Re: Is txid_status() actually safe? / What is 011_crash_recovery.pl testing?

From: Craig Ringer <craig(at)2ndquadrant(dot)com>
To: Andres Freund <andres(at)anarazel(dot)de>
Cc: PostgreSQL Hackers <pgsql-hackers(at)postgresql(dot)org>, Robert Haas <robertmhaas(at)gmail(dot)com>
Subject: Re: Is txid_status() actually safe? / What is 011_crash_recovery.pl testing?
Date: 2021-05-05 15:15:53
Message-ID: CAMsr+YHPZetkB0OeBsBu76+Km=Mb4SEbP1=-jJ6fF9MGSYn8mw@mail.gmail.com
Views: Raw Message | Whole Thread | Download mbox | Resend email
Thread:
Lists: pgsql-hackers

On Tue, 9 Feb 2021 at 05:52, Andres Freund <andres(at)anarazel(dot)de> wrote:

>
> Craig, it kind of looks to me like you assumed it'd be guaranteed that
> the xid at this point would show in-progress?
>

At the time I wrote that code, I don't think I understood that xid
assignment wasn't necessarily durable until either (a) the next checkpoint;
or (b) commit of some txn with a greater xid.
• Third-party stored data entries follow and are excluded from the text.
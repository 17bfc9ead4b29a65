package model

import (
	"math"
	"strings"

	"kern/lang"
	"kern/lang/unit"
)

// Quantity gives the value of a named value or the height of a level, in
// coherent SI units. It is false for a name that has none.
func (env *Env) Quantity(name string) (unit.Quantity, bool) {
	return env.Eval(&lang.Expr{Kind: lang.NameExpr, Text: name})
}

// Eval computes an expression as it stands outside of members, in coherent SI
// units. It is false when it has no value.
func (env *Env) Eval(e *lang.Expr) (unit.Quantity, bool) {
	q, p := lang.Eval(e, env.settledLookup)
	return q, p == nil
}

// settledLookup finds names when members are worked out already: their results
// too.
func (env *Env) settledLookup(e *lang.Expr) (unit.Quantity, *lang.Problem) {
	if strings.Contains(e.Text, ".") {
		q, p, _ := env.Result(e, env.results)
		return q, p
	}
	if v, ok := env.Values.Lookup(e.Text); ok && v.Late {
		if q, ok := env.Value(v); ok {
			return q, nil
		}
		return unit.Quantity{}, lang.Silent
	}
	return env.lookup(e)
}

// EvalIn computes an expression as it stands in a member's block: height and
// length are the member's own. It is false when it has no value.
func (env *Env) EvalIn(m *Member, e *lang.Expr) (unit.Quantity, bool) {
	q, p := lang.Eval(e, func(n *lang.Expr) (unit.Quantity, *lang.Problem) {
		if (n.Text == "height" || n.Text == "length") && env.Names[n.Text] == nil {
			if math.IsNaN(m.Height) {
				return unit.Quantity{}, lang.Silent
			}
			return unit.Quantity{Value: m.Height, Dim: unit.Length}, nil
		}
		return env.settledLookup(n)
	})
	return q, p == nil
}

// OwnCases are the load cases that the calculation declares or takes for
// granted, without the one that is made for self-weight alone.
func (env *Env) OwnCases() []*Case {
	if n := len(env.Cases); n > 0 && env.SelfWeight == n-1 && env.Cases[n-1].Place.Decl == nil && n > 1 {
		return env.Cases[:n-1]
	}
	return env.Cases
}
IIRC I expected that after crash and recovery the tx would always be
treated as aborted, because the xid had been assigned but no corresponding
commit was found before end-of-recovery. No explicit abort records are
written to WAL for such txns since we crashed, but the server's oldest
in-progress txn threshold is used to determine that they must be aborted
rather than in-progress even though their clog entries aren't set to
aborted.

Which was fine as far as it went, but I failed to account for the xid
assignment not necessarily being durable when the client calls
txid_status().

> I don't think the use of txid_status() described in the docs added in
> the commit is actually ever safe?
>

I agree. The client can query for its xid with txid_current() but as you
note there's no guarantee that the assigned xid is durable.
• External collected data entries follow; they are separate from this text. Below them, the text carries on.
type memberReader struct {
	env       *Env
	m         *Member
	known     DepartureRules
	first     map[string]declared // the first statement of each word that may stand once
	said      map[string]bool     // the words of all statements, with an error or not
	chain     []*lang.Stmt        // the members that it is "as", nearest first
	asSpan    lang.Span           // the name behind "as"
	ownHeight bool                // the member says its height itself, though it is "as" another
	// headless is set when the first line could not be read: what the member
	// lacks cannot be told then.
	headless bool
}

func (w *memberReader) reader(d *lang.Decl, s *lang.Stmt) *reader {
	return &reader{env: w.env, decl: d, stmt: s, args: s.Args, names: w.lookup, failed: s.Broken,
		report: func(diag lang.Diagnostic) {
			diag.Member = ""
			if diag.Decl != w.m.Decl {
				var news bool
				if diag, news = w.takenOver(diag); !news {
					return
				}
			}
			w.m.Problems = append(w.m.Problems, diag)
		}}
}

// takenOver moves a problem of a line that the member takes over to where it
// says so: the line is right where it stands. It is false when the line's own
// member has the same problem and reports it.
func (w *memberReader) takenOver(d lang.Diagnostic) (lang.Diagnostic, bool) {
	if !w.ownHeight || d.Rule != "level-without-levels" && d.Rule != "outside-the-member" {
		return d, false
	}
	p := lang.Problem{Rule: d.Rule, Span: w.asSpan, Message: "a line that is taken over does not fit: " + d.Message,
		Related: []lang.Related{{Place: lang.Place{Decl: d.Decl, Span: d.Span}, Message: "the line"}}}
	return lang.Diagnostic{Decl: w.m.Decl, Problem: p}, true
}

// lookup finds names in the member's block: its own height, then those of the
// calculation.
func (w *memberReader) lookup(e *lang.Expr) (unit.Quantity, *lang.Problem) {
	if e.Text == "height" || e.Text == "length" {
		if _, defined := w.env.Names[e.Text]; !defined {
			if math.IsNaN(w.m.Height) {
				return unit.Quantity{}, &lang.Problem{Rule: "unknown-name", Span: e.Span, Message: "the " + e.Text + " of the member is not known here"}
			}
			return unit.Quantity{Value: w.m.Height, Dim: unit.Length}, nil
		}
	}
	if n, ok := w.env.Names[e.Text]; ok {
		w.m.Uses = append(w.m.Uses, n)
	}
	return w.env.lookup(e)
}

// inherited gives the statements of the member: its own, and those of the
// member it is "as", unless it says anything with the same word.
func (w *memberReader) inherited(r *reader, s *lang.Stmt, depth int) []declared {
	var own []declared
	said := map[string]bool{}
	if s.Body != nil {
		for _, b := range s.Body.Stmts {
			own = append(own, declared{r.decl, b})
			said[sameWord(b.Word)] = true
		}
	}
	if _, ok := r.word("as"); !ok {
		return own
	}
	e := r.take()
	if e == nil || e.Kind != lang.NameExpr {
		r.fail("wrong-form", r.after(), "'as' names the member to be like")
		w.m.Missing = append(w.m.Missing, "the member to be like is not named")
		return own
	}
	n, ok := w.env.Names[e.Text]
	switch {
	case !ok || n.Kind != MemberName:
		r.problem(*w.env.unknownName(e, "member", []NameKind{MemberName}))
	case depth == 0 && w.circle(s) != "":
		r.fail("defined-by-itself", e.Span, "a member cannot be like itself: %s", w.circle(s))
	case slices.Contains(w.chain, n.Stmt):
		r.problem(*lang.Silent) // the circle is reported where it closes
	case depth >= maxLikeness:
		r.fail("defined-by-itself", e.Span, "more than %d members lean on one another in a row", maxLikeness)
	default:
		w.chain = append(w.chain, n.Stmt)
		if depth == 0 {
			w.asSpan, w.ownHeight = e.Span, said["height"]
		}
		w.m.Uses = append(w.m.Uses, n)
		if w.m.As == nil {
			w.m.As = n.Place.Decl
		}
		base := *r
		base.decl, base.stmt = n.Place.Decl, n.Stmt
		base.args = n.Stmt.Args[2*len(memberNames(n.Stmt))-1:]
		if len(base.args) > 0 && base.args[0].Kind == lang.StringExpr {
			base.args = base.args[1:]
		}
		from := w.inherited(&base, n.Stmt, depth+1)
		if n.Stmt.Broken || hurt(n.Place.Decl, n.Stmt) {
			w.m.Missing = append(w.m.Missing, "'"+e.Text+"' has an error")
		}
		if base.failed {
			r.failed = true
		}
		var out []declared
		for _, b := range from {
			if !said[sameWord(b.stmt.Word)] {
				out = append(out, b)
			}
		}
		return append(out, own...)
	}
	w.m.Missing = append(w.m.Missing, "the member to be like is not known")
	return own
}

// maxLikeness bounds how many members may lean on one another in a row.
const maxLikeness = 100

// circle writes the chain of members that leads from a member back to itself,
// "A → B → A"; "" when it does not.
func (w *memberReader) circle(s *lang.Stmt) string {
	seen := []*lang.Stmt{s}
	var names []string
	for len(seen) <= maxLikeness {
		last := seen[len(seen)-1]
		own := memberNames(last)
		i := slices.IndexFunc(last.Args, func(e *lang.Expr) bool { return e.Is("as") })
		if len(own) == 0 || i < 0 || i+1 >= len(last.Args) {
			return ""
		}
		if len(names) == 0 {
			names = append(names, own[0].Text)
		}
		n := w.env.Names[last.Args[i+1].Text]
		switch {
		case n == nil || n.Kind != MemberName:
			return ""
		case n.Stmt == s:
			if len(names) > 6 {
				names = append(names[:6], "…")
			}
			return strings.Join(append(names, names[0]), " → ")
		case slices.Contains(seen, n.Stmt):
			return "" // the circle lies further on
		}
		seen, names = append(seen, n.Stmt), append(names, n.Name)
	}
	return ""
}
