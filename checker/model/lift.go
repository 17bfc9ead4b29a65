package model

import (
	"math"
	"slices"
	"strings"

	"kern/checker/section"
	"kern/lang"
)

// Lift is a part of a member's height with a section and a material of its own.
type Lift struct {
	Low, High string  // its ends as the text says them: "ground", "first"
	From, To  float64 // heights above the base, m
	Section   *Section
	Material  *Material
	Place     lang.Place // of the line; nothing for the rest of the member
}

// Name is what a lift is called: "ground to first".
func (l *Lift) Name() string { return l.Low + " to " + l.High }

// liftWords are the words that may begin a statement in a lift's block.
var liftWords = []string{"section", "material"}

// lift reads
//
//	lift PLACE to PLACE { section = …; material = … }
func (w *memberReader) lift(r *reader, d declared) {
	l := Lift{Place: r.place(r.stmt.Line)}
	low := r.peek()
	var ok bool
	if low == nil || low.Is("to") && w.env.Names["to"] == nil {
		r.fail("missing-value", r.after(), "a lift says where it begins and ends: lift ground to first { section = \"HEB 200\" }")
		return
	}
	if l.From, _, ok = w.place(r, "the lower end of the lift"); !ok {
		return
	}
	if e := r.peek(); e != nil && !e.Is("to") {
		r.problem(lang.Problem{Rule: "wrong-form", Span: e.Span, Message: "the upper end of a lift stands behind the word 'to'",
			Fixes: []lang.Fix{lang.Replace("Add 'to'", false, lang.Span{Start: e.Span.Start, End: e.Span.Start}, "to ")}})
		return
	}
	if _, ok = r.wordOf("the upper end of the lift", "to"); !ok {
		return
	}
	high := r.peek()
	var span lang.Span
	if l.To, span, ok = w.place(r, "the upper end of the lift"); !ok || !r.end() {
		return
	}
	text := func(e *lang.Expr) string { return strings.Join(strings.Fields(e.Span.Of(r.decl.Text)), " ") }
	l.Low, l.High = text(low), text(high)
	if d.stmt.Body == nil {
		end := r.stmt.Line.End
		r.problem(lang.Problem{Rule: "wrong-form", Span: r.stmt.Line, Message: "a lift opens a block that says its section, its material or both: { section = \"HEB 200\" }",
			Fixes: []lang.Fix{lang.Replace("Add a block", false, lang.Span{Start: end, End: end}, " { section = \"HEB 200\" }")}})
		return
	}
	w.liftBlock(r, d, &l)
	if r.failed || math.IsNaN(w.m.Height) {
		return
	}
	if l.To-l.From < minLift*w.m.Height {
		p := lang.Problem{Rule: "impossible-value", Span: span, Message: "the lift ends below where it begins"}
		if l.To >= l.From {
			p.Message = "the lift has no height: it ends where it begins"
		} else {
			p.Fixes = append(p.Fixes, lang.Fix{Title: "Exchange the ends", Edits: []lang.Edit{{Place: lang.Place{Span: low.Span}, New: text(high)}, {Place: lang.Place{Span: high.Span}, New: text(low)}}})
		}
		r.problem(p)
		return
	}
	for _, o := range w.m.Lifts {
		if from, to := max(l.From, o.From), min(l.To, o.To); to-from > 1e-9*w.m.Height {
			r.problem(lang.Problem{Rule: "lifts-overlap", Span: low.Span.Join(high.Span),
				Message: "the lift overlaps another from " + w.env.Basis.Show.Place(from) + " to " + w.env.Basis.Show.Place(to) + ": a part of the member has one section",
				Related: []lang.Related{{Place: o.Place, Message: "the other lift"}}})
			return
		}
	}
	w.m.Lifts = append(w.m.Lifts, l)
}

// minLift is the least height of a lift as a part of the member's; a shorter one
// costs the analysis its digits.
const minLift = 1e-4

// liftBlock reads what a lift is made of.
func (w *memberReader) liftBlock(r *reader, d declared, l *Lift) {
	seen := map[string]*lang.Stmt{}
	if len(d.stmt.Body.Stmts) == 0 {
		r.fail("missing-value", d.stmt.Body.Span, "the lift says neither its section nor its material")
		return
	}
	for _, s := range d.stmt.Body.Stmts {
		in := w.reader(d.decl, s)
		switch first := seen[s.Word]; {
		case s.Broken:
			in.failed = true
		case first != nil:
			twice(in, first)
		default:
			seen[s.Word] = s
			w.liftLine(in, declared{d.decl, s}, l)
		}
		if in.failed {
			r.failed, r.silent = true, r.silent || in.silent
		}
	}
}

func (w *memberReader) liftLine(r *reader, d declared, l *Lift) {
	value, assigned := r.stmt.Assigned()
	switch word := r.stmt.Word; {
	case !contains(liftWords, word):
		p := lang.Problem{Rule: "unknown-statement", Span: r.stmt.Head, Message: "'" + word + "' is nothing that a lift says"}
		near, sure := nearest(word, liftWords, 1)
		switch {
		case contains(memberWords, word):
			p.Message += ": it is said of the whole member, outside of the braces of the lift"
		case len(near) > 0:
			p.Message += "; did you mean " + near[0] + "?"
			p.Fixes = append(p.Fixes, lang.Replace("Write "+near[0], sure, r.stmt.Head, near[0]))
		default:
			p.Notes = append(p.Notes, "a lift says "+lang.OrList(liftWords))
		}
		r.problem(p)
	case !assigned:
		noSign(r)
	case word == "section":
		r.args = value
		l.Section, _ = w.section(r, d)
		r.end()
	default:
		r.args = value
		l.Material, _ = w.material(r)
		if d.stmt.Body != nil && !r.failed {
			r.fail("left-over", d.stmt.Body.Span, "'%s' takes no block", word)
		}
		r.end()
	}
}

// lifts orders the lifts and fills the gaps between them with what the member
// itself says. What the member says neither itself nor in a lift is missing.
func (w *memberReader) lifts(missing func(fix, what string)) {
	m := w.m
	if len(m.Lifts) == 0 || math.IsNaN(m.Height) {
		return
	}
	slices.SortStableFunc(m.Lifts, func(a, b Lift) int {
		if a.From < b.From {
			return -1
		}
		return 1
	})
	var all []Lift
	from := 0.0
	gap := func(to float64) {
		if to-from > minLift*m.Height {
			all = append(all, Lift{Low: w.env.PlaceName(m, from), High: w.env.PlaceName(m, to), From: from, To: to})
		} else if len(all) > 0 {
			all[len(all)-1].To = to
		}
	}
	for _, l := range m.Lifts {
		gap(l.From)
		if l.From-from <= minLift*m.Height {
			l.From = from
		}
		all = append(all, l)
		from = l.To
	}
	gap(m.Height)
	all[len(all)-1].To = m.Height
	lacks := func(what string, own bool, has func(l *Lift) bool) {
		if own {
			return
		}
		for i := range all {
			if !has(&all[i]) {
				missing("", what+" in its lift from "+all[i].Name())
				return
			}
		}
	}
	lacks("section", m.Section != nil, func(l *Lift) bool { return l.Section != nil })
	lacks("material", m.Material != nil, func(l *Lift) bool { return l.Material != nil })
	section, material := false, false // what the member says for itself counts somewhere
	for i := range all {
		if all[i].Section == nil {
			all[i].Section, section = m.Section, true
		}
		if all[i].Material == nil {
			all[i].Material, material = m.Material, true
		}
	}
	w.idle("section", m.SectionAt, section || m.Section == nil)
	w.idle("material", m.MaterialAt, material || m.Material == nil)
	m.Lifts = all
	if m.Section == nil {
		m.Section = all[0].Section
	}
	if m.Material == nil {
		m.Material = all[0].Material
	}
}

// idle warns of a section or material that the member says for itself and that no
// part of it has, as its lifts say their own. One that is taken over from another
// member is right where it stands.
func (w *memberReader) idle(what string, at lang.Place, used bool) {
	if m := w.m; !used && at.Decl == m.Decl && len(m.Missing) == 0 {
		m.Problems = append(m.Problems, lang.Diagnostic{Decl: at.Decl, Problem: lang.Problem{Rule: "unused-definition", Severity: lang.Warning, Span: at.Span, Unused: true,
			Message: "no part of the " + m.Kind.String() + " has this " + what + ": its lifts say their own over the whole height"}})
	}
}

// PlaceName names a height on a member: the level that lies there, its top or
// base, else metres above its base.
func (env *Env) PlaceName(m *Member, z float64) string {
	if m.Levels {
		for _, l := range env.Levels {
			if math.Abs(l.At-m.From-z) <= 1e-6*m.Height {
				return l.Name
			}
		}
	}
	switch {
	case z <= 1e-6*m.Height:
		return "base"
	case z >= m.Height*(1-1e-6):
		return "top"
	}
	return env.Basis.Show.Place(z)
}

// Parts are the lifts of a member, or the one part that a member of one section
// is.
func (m *Member) Parts() []Lift {
	if len(m.Lifts) > 0 {
		return m.Lifts
	}
	return []Lift{{From: 0, To: m.Height, Section: m.Section, Material: m.Material}}
}

// Same tells whether two sections are one and the same.
func (s *Section) Same(o *Section) bool {
	switch {
	case s == o:
		return true
	case s.Designation != "" || s.Shape.Kind != section.Given:
		return s.Designation == o.Designation && s.Shape == o.Shape && s.Class == o.Class && s.CurveMajor == o.CurveMajor && s.CurveMinor == o.CurveMinor
	}
	return false
}

// Same tells whether two materials are one and the same.
func (m *Material) Same(o *Material) bool {
	return m == o || m.Grade != nil && o.Grade != nil && m.Grade.Name == o.Grade.Name && m.Grade.Standard == o.Grade.Standard
}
The client would have to ensure that an xid was assigned, then ensure that
the WAL was durably flushed past the point of the xid assignment before
relying on the xid.

If we do a txn that performs a small write, calls txid_current(), and sends
a commit that the server crashes before completing, we can't know for sure
that the xid we recorded client-side before the server crash is the same
txn we check the status of after crash recovery. Some other txn could've
re-used the xid after crash so long as no other txn with a greater xid
durably committed before the crash.

That scenario isn't hugely likely, but it's definitely possible on systems
that don't do a lot of concurrent txns or do mostly long, heavyweight txns.

The txid_status() function was originally intended to be paired with a way
to report topxid assignment to the client automatically, NOTIFY or
GUC_REPORT-style. But that would not make this usage safe either, unless we
delayed the report until WAL was flushed past the LSN of the xid assignment
*or* some other txn with a greater xid committed.
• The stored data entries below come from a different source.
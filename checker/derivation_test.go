package checker_test

import (
	"fmt"
	"math"
	"math/rand"
	"strings"
	"testing"

	"kern/checker"
	"kern/checker/derivation"
	"kern/checker/standard"
	"kern/checker/standard/elastic"
	"kern/checker/standard/en1993"
	"kern/lang"
	"kern/lang/unit"
)

// derived is every step that the tests have seen, by formula.
type derived struct {
	t              *testing.T
	formulas       map[*derivation.Formula]int
	members, steps int
	exact, rounded worst // with all digits, and as printed
}

// worst is the greatest deviation and where it was.
type worst struct {
	deviation float64
	text      string
}

func (w *worst) add(deviation float64, text string) {
	if !(deviation <= w.deviation) {
		*w = worst{deviation, text}
	}
}

// deviation is relative to the value, or absolute where the value is zero.
func deviation(got, want float64) float64 {
	if want == 0 {
		return math.Abs(got)
	}
	return math.Abs(got/want - 1)
}

// check puts the numbers into every step of a member's derivation.
func (d *derived) check(m *checker.Result) {
	record := m.Derive()
	if record == nil {
		return
	}
	d.members++
	for _, s := range record.Steps {
		if s.Formula != nil {
			d.step(m, record.Set, s)
		}
	}
	for _, c := range m.Checks {
		if c.Rule != "requirement" && !math.IsNaN(c.Utilisation) {
			d.complete(m, record, c)
		}
	}
}

// complete holds that the derivation of a check stands by itself: every value
// that a formula reads stands above it, the same value, and the utilisation of
// the check is the last line.
func (d *derived) complete(m *checker.Result, record *derivation.Record, c standard.Check) {
	steps := record.Of(c.Rule)
	known := map[derivation.ID]float64{}
	last := math.NaN()
	for _, s := range steps {
		if s.Note != "" {
			continue
		}
		for _, in := range s.Inputs {
			if v, ok := known[in.Symbol]; !ok || v != in.Value {
				d.t.Errorf("%s, %s: %s reads %s = %g, which the derivation has as %g", m.Name, c.Rule, record.Set.At(s.Symbol).Name, record.Set.At(in.Symbol).Name, in.Value, v)
			}
		}
		known[s.Symbol], last = s.Value, s.Value
	}
	if last != c.Utilisation {
		d.t.Errorf("%s, %s: the derivation ends with %g, the check says %g", m.Name, c.Rule, last, c.Utilisation)
	}
}

// evaluated reads a text in the language and computes it.
func (d *derived) evaluated(m *checker.Result, s derivation.Step, text string) (unit.Quantity, bool) {
	e, err := lang.ParseExpr(text)
	if err != nil {
		d.t.Errorf("%s: %s = %s cannot be read: %v", m.Name, s.Formula.Text, text, err)
		return unit.Quantity{}, false
	}
	q, p := lang.Eval(e, func(n *lang.Expr) (unit.Quantity, *lang.Problem) {
		d.t.Errorf("%s: %s: the name %s is left in the numbers", m.Name, text, n.Text)
		return unit.Quantity{}, lang.Silent
	})
	if p != nil {
		d.t.Errorf("%s: %s = %s has no value: %s", m.Name, s.Formula.Text, text, p.Message)
		return q, false
	}
	return q, true
}

func (d *derived) step(m *checker.Result, set *derivation.Set, s derivation.Step) {
	d.steps++
	d.formulas[s.Formula]++
	sym := set.At(s.Symbol)
	for _, in := range s.Inputs {
		if math.IsNaN(in.Value) || math.IsInf(in.Value, 0) {
			// a value that is not known makes no other value
			if !math.IsNaN(s.Value) {
				d.t.Errorf("%s: %s = %g from %s = %g", m.Name, sym.Name, s.Value, set.At(in.Symbol).Name, in.Value)
			}
			return
		}
	}
	if len(s.Inputs) != len(s.Formula.Uses()) {
		d.t.Errorf("%s: %s records %d inputs of %d", m.Name, s.Formula.Text, len(s.Inputs), len(s.Formula.Uses()))
	}
	full := s.Numbers(set, m.Units(), 0)
	if q, ok := d.evaluated(m, s, full); ok {
		if q.Dim != sym.Dim {
			d.t.Errorf("%s: %s = %s has the dimension of a %s, the symbol that of a %s", m.Name, sym.Name, full, q.Dim.Name(), sym.Dim.Name())
		}
		dev := deviation(q.Value, s.Value)
		d.exact.add(dev, sym.Name+" = "+full)
		if !(dev <= 1e-12) {
			d.t.Errorf("%s: %s = %s evaluates to %.17g, computed was %.17g (%.2g)", m.Name, sym.Name, full, q.Value, s.Value, dev)
		}
	}
	short := s.Numbers(set, m.Units(), derivation.Digits)
	if q, ok := d.evaluated(m, s, short); ok && q.Dim == sym.Dim {
		shown, err := lang.ParseExpr(m.Units().Show(s.Value, sym.Dim, derivation.Digits))
		if err != nil {
			d.t.Errorf("%s: the printed value of %s cannot be read: %v", m.Name, sym.Name, err)
			return
		}
		value, p := lang.Eval(shown, nil)
		if p != nil || value.Dim != sym.Dim {
			d.t.Errorf("%s: the printed value of %s has no value", m.Name, sym.Name)
			return
		}
		dev := deviation(q.Value, value.Value)
		d.rounded.add(dev, sym.Name+" = "+short)
		if !(dev <= 0.002) {
			d.t.Errorf("%s: %s = %s evaluates to %.6g, printed is %.6g (%.2g)", m.Name, sym.Name, short, q.Value, value.Value, dev)
		}
	}
}

// handmade are members of every kind in every standard.
const handmade = `
material steel = "S355"
material stated { E = 205 GPa; nu = 0.3; fy = 460 MPa; density = 7850 kg/m3 }
section hot    = tube { width = 120 mm; wall = 5 mm; made = hot }
section thin   = tube { depth = 300 mm; width = 200 mm; wall = 4 mm; made = cold }
section box    = tube { depth = 400 mm; width = 300 mm; wall = 6 mm; corner = 0 mm; made = welded }
section stoutbox = tube { width = 200 mm; wall = 12 mm; corner = 0 mm; made = welded }
section lying  = tube { depth = 100 mm; width = 300 mm; wall = 4 mm; made = cold }
section deepbox = tube { depth = 400 mm; width = 100 mm; wall = 6 mm; corner = 0 mm; made = welded }
section lowbox = tube { depth = 100 mm; width = 400 mm; wall = 6 mm; corner = 0 mm; made = welded }
section round  = pipe { outside = 168.3 mm; wall = 8 mm; made = hot }
section flat   = bar { width = 30 mm; depth = 90 mm }
section solid  = rod { diameter = 50 mm }
section rolled = isection { depth = 300 mm; width = 150 mm; web = 7.1 mm; flange = 10.7 mm; root = 15 mm; made = rolled }
section plates = isection { depth = 800 mm; width = 300 mm; web = 6 mm; flange = 10 mm; made = welded }
section u      = channel { depth = 200 mm; width = 75 mm; web = 8.5 mm; flange = 11.5 mm; root = 11.5 mm }
section uthin  = channel { depth = 300 mm; width = 90 mm; web = 4 mm; flange = 4 mm; made = welded }
section uweb   = channel { depth = 300 mm; width = 60 mm; web = 3 mm; flange = 8 mm; made = welded }
section t      = tee { depth = 150 mm; width = 150 mm; web = 12 mm; flange = 14 mm; made = welded }
section twide  = tee { depth = 90 mm; width = 200 mm; web = 12 mm; flange = 14 mm; made = welded }
section tthin  = tee { depth = 250 mm; width = 150 mm; web = 6 mm; flange = 6 mm; made = welded }
section l      = angle { depth = 100 mm; wall = 12 mm; root = 12 mm }
section lun    = angle { depth = 150 mm; width = 100 mm; wall = 14 mm; root = 12 mm }
section lthin  = angle { depth = 150 mm; wall = 8 mm; root = 12 mm }
section told   = given { A = 24.1 cm2; I_major = 612 cm4; I_minor = 201 cm4; W_major = 80 cm3; W_minor = 40 cm3; I_t = 10 cm4; I_w = 500 cm6; thickness = 8 mm; class = 2; curve = c }
column A1  { section = hot; material = steel; height = 4 m; load 200 kN; limit slenderness = 180 }
column A2  as A1 { section = thin }
column A3  as A1 { section = box }
column A4  as A1 { section = stoutbox }
column A5  as A1 { section = round }
column A6  as A1 { section = flat; height = 1 m }
column A7  as A1 { section = solid; height = 1 m }
column A8  as A1 { section = rolled; hold minor at 1.5 m; hold twist at 2 m }
column A9  as A1 { section = plates; base fixed; top free }
column A10 as A1 { section = u; height = 2 m }
column A11 as A1 { section = uthin }
column A12 as A1 { section = t }
column A13 as A1 { section = twide }
column A14 as A1 { section = tthin }
column A15 as A1 { section = l; height = 1.5 m }
column A16 as A1 { section = lun }
column A17 as A1 { section = lthin }
column A18 as A1 { section = told; material = stated }
column A19 as A1 { section = "HEB 200"; effective = 0.9 about minor; effective = 0.7 about twist }
column A20 as A1 { section = "UPN 200"; top guided; base fixed }
column A21 as A1 { section = rolled; load 200 kN offset 20 mm about major }
column A22 as A1 { section = rolled; load 200 kN offset 20 mm about minor }
column A23 as A1 { section = rolled; load 200 kN offset 20 mm about major and 15 mm about minor; load 30 kN at 2 m }
column A24 as A1 { section = rolled; load 100 kN; load 2 kN/m about major; load 1 kN/m about minor }
column A25 as A1 { section = rolled; load 100 kN; load 5 kNm about minor at top; load 3 kN across major at 1 m }
column A26 as A1 { section = plates; top free; base fixed; hold both at 2 m }
tie    A27 { section = solid; material = steel; length = 3 m; load -100 kN offset 5 mm about major and 4 mm about minor }
strut  A28 { section = plates; material = steel; length = 3 m; load 500 kN; limit slenderness = 20; effective = 0.5 about minor }
column A29 as A1 { section = told; material = stated; load 100 kN offset 10 mm about minor }
column A30 as A1 { section = rolled; hold major at 1 m; hold major at 2 m; hold major at 3 m; hold minor at 2 m; load 2 kN/m about minor }
column A32 as A1 { section = lying }
column A33 as A1 { section = deepbox }
column A34 as A1 { section = lowbox }
column A35 as A1 { section = uweb }
column SP1 as A1 { section = hot; critical exact; hold minor at 1.5 m; load 90 kN at 2 m; load 100 kN }
column SP2 as A1 { section = hot; critical exact; hold minor at 1.5 m stiffness 300 kN/m; base spring 90 kNm/rad about major; load 1 kN/m about major; load 100 kN; load 0.5 kN/m about minor }
column SP3 as A1 { section = hot; base fixed; top free; imperfection on; load 40 kN; load 1 kN across major at top; limit sway = height / 150; limit deflection = span / 200 }
column SP4 as A1 { section = rolled; base fixed; top spring 200 kN/m; imperfection on; critical exact; load 90 kN at 2 m; load 100 kN offset 20 mm about major }
column SP5 as A1 { section = l; height = 1.5 m; critical exact; load 60 kN; limit deflection = 4 mm }
column SP7 as A1 { section = hot; critical exact; effective = 1 about minor; load 1 kN/m about major; load 0.5 kN/m about minor; load 60 kN }
column SP10 as A1 { section = hot; critical exact; effective = 1 about major; load 1 kN/m about major; load 0.5 kN/m about minor; load 60 kN }
column SP8 as A1 { section = hot; critical exact; load 1 kN/m about major; load 60 kN }
column SP9 as A1 { section = hot; critical exact; load 1 kN/m about minor; load 60 kN }
column SP6 as A1 { section = u; height = 2 m; critical exact; load 60 kN }
column A31 as A1 { section = rolled; effective = 2.0 about major; limit slenderness = 60 }
`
This could be made safe with a variant of txid_current() that forced the
xid assignment to be logged immediately if it was not already, and did not
return until WAL flushed past the point of the assignment. If the client
did most of the txn's work before requesting a guaranteed-durable xid, it
would in practice not land up having to wait for a flush. But we'd have to
keep track of when we assigned the xid in every single topxact in order to
be able to promise we'd flushed it without having to immediately force a
flush. That's pointless overhead all the rest of the time, just in case
someone wants to get an xid for later use with txid_status().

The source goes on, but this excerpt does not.